Collected data entries
>>

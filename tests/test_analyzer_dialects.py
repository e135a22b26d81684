"""Analyzer dialects as profile data: connect commands, trace formats, completion methods.

Every expectation is the exact command text (and the exact bytes) the driver writes through the
recording transport, for each profile row. Spellings are SCPI-1999 (Vol. 2: SENSe, FORMat,
STATus, INSTrument, DISPlay subsystems) and IEEE 488.2 common commands; FORMat:BORDer NORMal is
big-endian and SWAPped little-endian; the SWEeping bit of the operation status register is bit 3
(value 8) and the OPC bit of the standard event status register bit 0 (value 1) (from memory).
"""

from __future__ import annotations

import re
import tomllib
from importlib import resources
from pathlib import Path

import numpy as np
import pytest
from hypothesis import given, settings
from hypothesis import strategies as st

from bench.drivers.analyzer import Analyzer, SweepSettings, load_analyzer_profile
from bench.errors import (
    BlockFormatError,
    ConfigError,
    InstrumentError,
    ProfileMismatchError,
    ReplyFormatError,
    ReplyTimeoutError,
    TransportError,
)
from bench.ieee488 import encode_block
from bench.transports import ScriptedTransport

MALFORMED = Path(__file__).parent / "malformed"
EXPECTED = tomllib.loads((MALFORMED / "expected.toml").read_text(encoding="utf-8"))
PROFILE_CASES = sorted(name for name in EXPECTED if name.startswith("analyzer-"))
RAMP = np.arange(-100.0, -49.5, 0.5)  # 101 levels, dBm, exact in every format used here


def _builtin_text(name: str) -> str:
    return (resources.files("bench.drivers") / "profiles" / f"{name}.toml").read_text(encoding="utf-8")


def _variant(tmp_path: Path, *changes: tuple[str, str], base: str = "scpi-analyzer") -> Path:
    """A copy of a built-in profile with text replaced (each change must apply)."""
    text = _builtin_text(base)
    for old, new in changes:
        assert old in text, old
        text = text.replace(old, new, 1)
    path = tmp_path / "variant.toml"
    path.write_text(text, encoding="utf-8")
    return path


def _completion(tmp_path: Path, table: str) -> Path:
    text = _builtin_text("scpi-analyzer")
    return _variant(tmp_path, (text[text.index("[completion]"):], table))


def block(values, dtype: str) -> bytes:
    """An IEEE 488.2 definite block (§8.7.9) of ``values`` as ``dtype``, then the terminator."""
    return encode_block(np.asarray(values).astype(dtype).tobytes()) + b"\n"


class Instrument:
    """Answers the spellings of a profile; the trace reply and the status polls are given."""

    def __init__(self, profile, trace_reply: bytes = b"", status=("0",), sweep_time: str = "0.125"):
        self.profile = profile
        self.trace_reply = trace_reply
        self.status = list(status)
        self.sweep_time = sweep_time

    def __call__(self, cmd: str):
        p = self.profile
        replies = {p.commands["identify"]: "Maker,Model,SN1,1.0", p.commands["error_query"]: '0,"No error"',
                   p.commands["sweep_time_query"]: self.sweep_time, p.trace.fetch: self.trace_reply}
        if p.completion.method == "opc-query":
            replies[p.completion.start] = "1"
        if cmd == p.completion.poll:
            return self.status.pop(0) if len(self.status) > 1 else self.status[0]
        return replies.get(cmd)


def rig(profile, **kw):
    sleeps: list[float] = []
    inst = Instrument(profile, **kw)
    transport = ScriptedTransport(inst, address="TCPIP::192.0.2.10::5025::SOCKET")
    return Analyzer(transport, profile, sleep=sleeps.append), transport, sleeps


SETTINGS = SweepSettings(start_hz=30e6, stop_hz=1e9, rbw_hz=120e3, vbw_hz=300e3, points=101,
                         detector="quasi-peak", ref_level_dbm=-10.5, attenuation_db=10, sweep_time_s=0.5)


# ------------------------------------------------------------------ the second built-in dialect


def test_polled_profile_initializes_with_its_connect_commands_in_order():
    an, tr, _ = rig(load_analyzer_profile("scpi-analyzer-polled"))
    an.initialize()
    expected = ["*CLS", "*IDN?", "INSTrument:SELect SANalyzer", "DISPlay:ENABle OFF", "STATus:PRESet",
                "INITiate:CONTinuous OFF", "FORMat:DATA REAL,64", "FORMat:BORDer NORMal", "UNIT:POWer DBM",
                "SYSTem:ERRor:NEXT?"]
    assert tr.sent == expected
    assert bytes(tr.wire.written) == "".join(f"{c}\n" for c in expected).encode("ascii")


@pytest.mark.parametrize(("name", "expected"), [
    ("scpi-analyzer", ["FREQ:STOP 1000000000", "FREQ:STAR 30000000", "BAND 120000", "BAND:VID 300000",
                       "SWE:POIN 101", "DET QPE", "DISP:WIND:TRAC:Y:RLEV -10.5", "INP:ATT 10", "SWE:TIME 0.5",
                       "SYST:ERR?", "SWE:TIME?"]),
    ("scpi-analyzer-polled", [
        "SENSe:FREQuency:STOP 1000000000", "SENSe:FREQuency:STARt 30000000", "SENSe:BWIDth:RESolution 120000",
        "SENSe:BWIDth:VIDeo 300000", "SENSe:SWEep:POINts 101", "SENSe:DETector:FUNCtion QPEak",
        "DISPlay:WINDow1:TRACe1:Y:SCALe:RLEVel -10.5", "SENSe:POWer:RF:ATTenuation 10", "SENSe:SWEep:TIME 0.5",
        "SYSTem:ERRor:NEXT?", "SENSe:SWEep:TIME?"]),
])
def test_every_setting_row_of_both_profiles_sends_its_exact_bytes(name, expected):
    an, tr, _ = rig(load_analyzer_profile(name))
    an.configure(SETTINGS)
    assert tr.sent == expected
    assert bytes(tr.wire.written) == "".join(f"{c}\n" for c in expected).encode("ascii")


@pytest.mark.parametrize(("detector", "short", "long"), [
    ("negative", "NEG", "NEGative"), ("sample", "SAMP", "SAMPle"), ("average", "AVER", "AVERage"),
    ("rms", "RMS", "RMS"), ("quasi-peak", "QPE", "QPEak"), ("cispr-average", "CAV", "CAVerage"),
])
def test_every_detector_row_of_both_profiles(detector, short, long):
    for name, header, spelling, tail in (("scpi-analyzer", "DET", short, ["SYST:ERR?", "SWE:TIME?"]),
                                         ("scpi-analyzer-polled", "SENSe:DETector:FUNCtion", long,
                                          ["SYSTem:ERRor:NEXT?", "SENSe:SWEep:TIME?"])):
        an, tr, _ = rig(load_analyzer_profile(name))
        an.configure(SweepSettings(30e6, 1e9, 120e3, 300e3, 101))  # peak first
        assert tr.sent[5] == f"{header} {'POS' if name == 'scpi-analyzer' else 'POSitive'}"
        tr.sent.clear()
        an.configure(SweepSettings(30e6, 1e9, 120e3, 300e3, 101, detector=detector))
        assert tr.sent == [f"{header} {spelling}", *tail]


def test_polled_profile_sweeps_by_polling_the_sweeping_bit_and_reads_real64_big_endian():
    profile = load_analyzer_profile("scpi-analyzer-polled")
    an, tr, sleeps = rig(profile, trace_reply=block(RAMP, ">f8"), status=("8", "8", "0"))
    an.configure(SweepSettings(30e6, 1e9, 120e3, 300e3, 101))
    tr.sent.clear()
    an.sweep()
    trace = an.fetch_trace(101)
    assert tr.sent == ["INITiate:IMMediate"] + ["STATus:OPERation:CONDition?"] * 3 + [
        "SYSTem:ERRor:NEXT?", "TRACe:DATA? TRACE1"]
    assert sleeps == [0.05, 0.05]  # poll_interval between polls, none after the last
    assert trace.dtype == np.dtype("<f4")
    np.testing.assert_array_equal(trace, RAMP.astype("<f4"))


def test_a_sweep_that_never_ends_is_a_timeout_counted_in_polls():
    an, _, sleeps = rig(load_analyzer_profile("scpi-analyzer-polled"), status=("8",))
    an.configure(SweepSettings(30e6, 1e9, 120e3, 300e3, 101))  # sweep time 0.125 s
    # deadline 2 x 0.125 s + 10 s = 10.25 s = 205 intervals of 50 ms: 206 polls
    with pytest.raises(ReplyTimeoutError, match=r"sweep not done after 206 polls of "
                                                r"'STATus:OPERation:CONDition\?' every 0.05 s \(10.25 s\)"):
        an.sweep()
    assert len(sleeps) == 205


# ------------------------------------------------------------------ completion methods


def test_opc_query_waits_in_one_reply_with_a_deadline_from_the_sweep_time(tmp_path):
    profile = load_analyzer_profile("scpi-analyzer")
    an, tr, sleeps = rig(profile)
    an.configure(SweepSettings(30e6, 1e9, 120e3, 300e3, 101))
    tr.sent.clear()
    an.sweep()
    assert tr.sent == ["INIT:IMM;*OPC?", "SYST:ERR?"] and sleeps == []
    assert profile.completion.deadline_s(0.125, profile.io.timeout_s) == pytest.approx(10.25)


def test_opc_query_with_another_answer_is_an_instrument_error(tmp_path):
    an, _, _ = rig(load_analyzer_profile(_completion(tmp_path, '[completion]\nmethod = "opc-query"\n'
                                                               'start = "INIT:IMM;*OPC?"\nreply = "+1"\n')))
    with pytest.raises(InstrumentError, match=r"expected '\+1' when the sweep is done, found '1'"):
        an.sweep()


def test_opc_then_event_status_polling(tmp_path):
    profile = load_analyzer_profile(_completion(tmp_path, (
        '[completion]\nmethod = "status-poll"\nstart = "INIT:IMM;*OPC"\npoll = "*ESR?"\nmask = 1\n'
        'done_when = "set"\npoll_interval = "20 ms"\n')))
    an, tr, sleeps = rig(profile, status=("0", "32", "33"))  # 32: a command error bit, not OPC
    an.sweep()
    assert tr.sent == ["INIT:IMM;*OPC", "*ESR?", "*ESR?", "*ESR?", "SYST:ERR?"]
    assert sleeps == [0.02, 0.02]


def test_fixed_wait_waits_the_sweep_time_times_a_factor_plus_a_margin(tmp_path):
    profile = load_analyzer_profile(_completion(tmp_path, (
        '[completion]\nmethod = "fixed-wait"\nstart = "INIT:IMM"\nwait_factor = 1.5\nwait_margin = "100 ms"\n')))
    an, tr, sleeps = rig(profile)
    an.configure(SweepSettings(30e6, 1e9, 120e3, 300e3, 101))  # sweep time 0.125 s
    tr.sent.clear()
    an.sweep()
    assert tr.sent == ["INIT:IMM", "SYST:ERR?"]
    assert sleeps == [pytest.approx(1.5 * 0.125 + 0.1)]


def test_a_status_that_is_not_an_integer_is_an_instrument_error():
    an, _, _ = rig(load_analyzer_profile("scpi-analyzer-polled"), status=("SWEEPING",))
    with pytest.raises(InstrumentError, match=r"expected an integer status, found 'SWEEPING'"):
        an.sweep()


# ------------------------------------------------------------------ trace formats


@pytest.mark.parametrize("order", ["little", "big"])
@pytest.mark.parametrize(("kind", "format_command", "encode"), [
    ("real32", "FORM REAL,32", lambda v, o: block(v, o + "f4")),
    ("real64", "FORM REAL,64", lambda v, o: block(v, o + "f8")),
    ("int32", "FORM INT,32", lambda v, o: block(np.round(v * 1000), o + "i4")),  # scale = 0.001 dB
    ("ascii", "FORM ASC", lambda v, o: ",".join(f"{x:.8g}" for x in v).encode() + b"\n"),
])
def test_every_trace_format_and_byte_order(tmp_path, kind, format_command, encode, order):
    profile = load_analyzer_profile(_variant(tmp_path, ('use = "real32"', f'use = "{kind}"'),
                                             ('byte_order = "little"', f'byte_order = "{order}"')))
    an, tr, _ = rig(profile, trace_reply=encode(RAMP, ">" if order == "big" else "<"))
    an.initialize()
    order_command = [] if kind == "ascii" else ["FORM:BORD NORM" if order == "big" else "FORM:BORD SWAP"]
    assert tr.sent[2:] == ["INIT:CONT OFF", format_command, *order_command, "UNIT:POW DBM", "SYST:ERR?"]
    np.testing.assert_allclose(an.fetch_trace(101), RAMP, atol=1e-6)


def test_a_fixed_byte_order_sends_no_order_command(tmp_path):
    profile = load_analyzer_profile(_variant(tmp_path, ('byte_order_little = "FORM:BORD SWAP"\n', "")))
    an, tr, _ = rig(profile, trace_reply=block(RAMP, "<f4"))
    an.initialize()
    assert tr.sent[2:] == ["INIT:CONT OFF", "FORM REAL,32", "UNIT:POW DBM", "SYST:ERR?"]
    np.testing.assert_array_equal(an.fetch_trace(101), RAMP.astype("<f4"))


# ------------------------------------------------------------------ a profile the instrument contradicts


def _line_of(profile_name: str, key: str) -> int:
    text = _builtin_text(profile_name)
    section, _, name = key.rpartition(".")
    start = text.index(f"[{section}]")
    return text[:start].count("\n") + 1 + next(
        i for i, line in enumerate(text[start:].splitlines()) if re.match(rf"{name}\s*=", line))


@pytest.mark.parametrize(("profile_name", "reply", "key", "fragment"), [
    ("scpi-analyzer", block(RAMP, "<f8"), "trace.use",
     r"sent 808 bytes for 101 points of 'TRAC:DATA\? TRACE1': 8 bytes per point, but trace.use = 'real32' "
     r"has 4-byte values"),
    ("scpi-analyzer", block(RAMP, ">f4"), "trace.byte_order",
     r"sends big-endian real32 values: read little-endian the trace holds impossible levels"),
    ("scpi-analyzer", b"-100,-99.5\n", "trace.use",
     r"answered 'TRAC:DATA\? TRACE1' with text b'-100,-99.5'; trace.use = 'real32' expects an IEEE 488.2 block"),
    ("scpi-analyzer-polled", block(RAMP, ">f4"), "trace.use",
     r"sent 404 bytes for 101 points of 'TRACe:DATA\? TRACE1': 4 bytes per point, but trace.use = 'real64'"),
    ("scpi-analyzer-polled", block(RAMP, "<f8"), "trace.byte_order",
     r"sends little-endian real64 values: read big-endian"),
])
def test_a_trace_that_contradicts_the_profile_names_the_key_to_change(profile_name, reply, key, fragment):
    an, _, _ = rig(load_analyzer_profile(profile_name), trace_reply=reply)
    with pytest.raises(ProfileMismatchError, match=fragment) as info:
        an.fetch_trace(101)
    error = info.value
    message = str(error)
    assert message.startswith(f"builtin:{profile_name}:{_line_of(profile_name, key)}: {key}: "
                              "TCPIP::192.0.2.10::5025::SOCKET ")
    assert "\n" not in message
    # a profile error, not a wire fault: the run engine does not retry it, and it exits with 2
    assert isinstance(error, ConfigError) and not isinstance(error, TransportError)
    assert error.exit_code == 2


def test_a_block_where_ascii_was_declared_names_trace_use(tmp_path):
    profile = load_analyzer_profile(_variant(tmp_path, ('use = "real32"', 'use = "ascii"')))
    an, _, _ = rig(profile, trace_reply=block(RAMP, "<f4"))
    with pytest.raises(ProfileMismatchError, match=r"variant.toml:\d+: trace.use: .* with an IEEE 488.2 block of "
                                                   r"404 bytes; trace.use = 'ascii' expects comma-separated numbers"):
        an.fetch_trace(101)
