_EXPECTED_TYPE = {
    "string_type": "a string in quotes",
    "int_type": "an integer",
    "int_parsing": "an integer",
    "int_from_float": "an integer",
    "float_type": "a number",
    "bool_type": "true or false",
    "list_type": "a list [...]",
    "tuple_type": "a list [...]",
    "dict_type": "a table",
    "model_type": "a table",
    "model_attributes_type": "a table",
}


def _message(item: dict) -> str:
    kind, ctx = item["type"], item.get("ctx", {})
    found = format_value(item.get("input"))
    if kind == "bench":
        return ctx["message"]
    if kind == "missing":
        return "expected a value (required key), found nothing"
    if kind in _EXPECTED_TYPE:
        return f"expected {_EXPECTED_TYPE[kind]}, found {found}"
    if kind == "literal_error":
        choices = [c.strip().strip("'") for c in re.split(r",| or ", ctx.get("expected", ""))
                   if c.strip()]
        value = item.get("input")
        hint = suggest(value, choices) if isinstance(value, str) else ""
        return f"expected one of {', '.join(choices)}, found {found}{hint}"
    if kind == "string_pattern_mismatch":
        return f"expected 1 to 64 lower-case letters, digits, '-' or '_', found {found}"
    if kind in ("too_short", "too_long"):
        return _length_message(kind, ctx, item.get("input"))
    if kind in ("string_too_short", "string_too_long"):
        bound = ctx.get("min_length") if kind == "string_too_short" else ctx.get("max_length")
        most = "at least" if kind == "string_too_short" else "at most"
        return f"expected a string of {most} {bound} character{'s' if bound != 1 else ''}, " \
               f"found {found}"
    if kind in ("greater_than", "greater_than_equal", "less_than", "less_than_equal"):
        sign = {"greater_than": ">", "greater_than_equal": ">=", "less_than": "<",
                "less_than_equal": "<="}[kind]
        bound = next(iter(v for k, v in ctx.items() if k in ("gt", "ge", "lt", "le")))
        return f"expected a value {sign} {bound}, found {found}"
    return f"expected a valid value ({_lower_first(item['msg'])}), found {found}"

<<

# Brief
From the start of the data to the line that holds "EXPECTED = tomllib.loads((MALFORMED", retype each line exactly, with both ends included.

# Answer section
filename tests/test_analyzer_dialects.py
repository e135a22b26d81684
"""Analyzer dialects as profile data: connect commands, trace formats, completion methods.

Every expectation is the exact command text (and the exact bytes) the driver writes through the
recording transport, for each profile row. Spellings are SCPI-1999 (Vol. 2: SENSe, FORMat,
STATus, INSTrument, DISPlay subsystems) and IEEE 488.2 common commands; FORMat:BORDer NORMal is
big-endian and SWAPped little-endian; the SWEeping bit of the operation status register is bit 3
(value 8) and the OPC bit of the standard event status register bit 0 (value 1) (from memory).
"""

from __future__ import annotations

import re
import tomllib
from importlib import resources
from pathlib import Path

import numpy as np
import pytest
from hypothesis import given, settings
from hypothesis import strategies as st

from bench.drivers.analyzer import Analyzer, SweepSettings, load_analyzer_profile
from bench.errors import (
    BlockFormatError,
    ConfigError,
    InstrumentError,
    ProfileMismatchError,
    ReplyFormatError,
    ReplyTimeoutError,
    TransportError,
)
from bench.ieee488 import encode_block
from bench.transports import ScriptedTransport

MALFORMED = Path(__file__).parent / "malformed"
EXPECTED = tomllib.loads((MALFORMED / "expected.toml").read_text(encoding="utf-8"))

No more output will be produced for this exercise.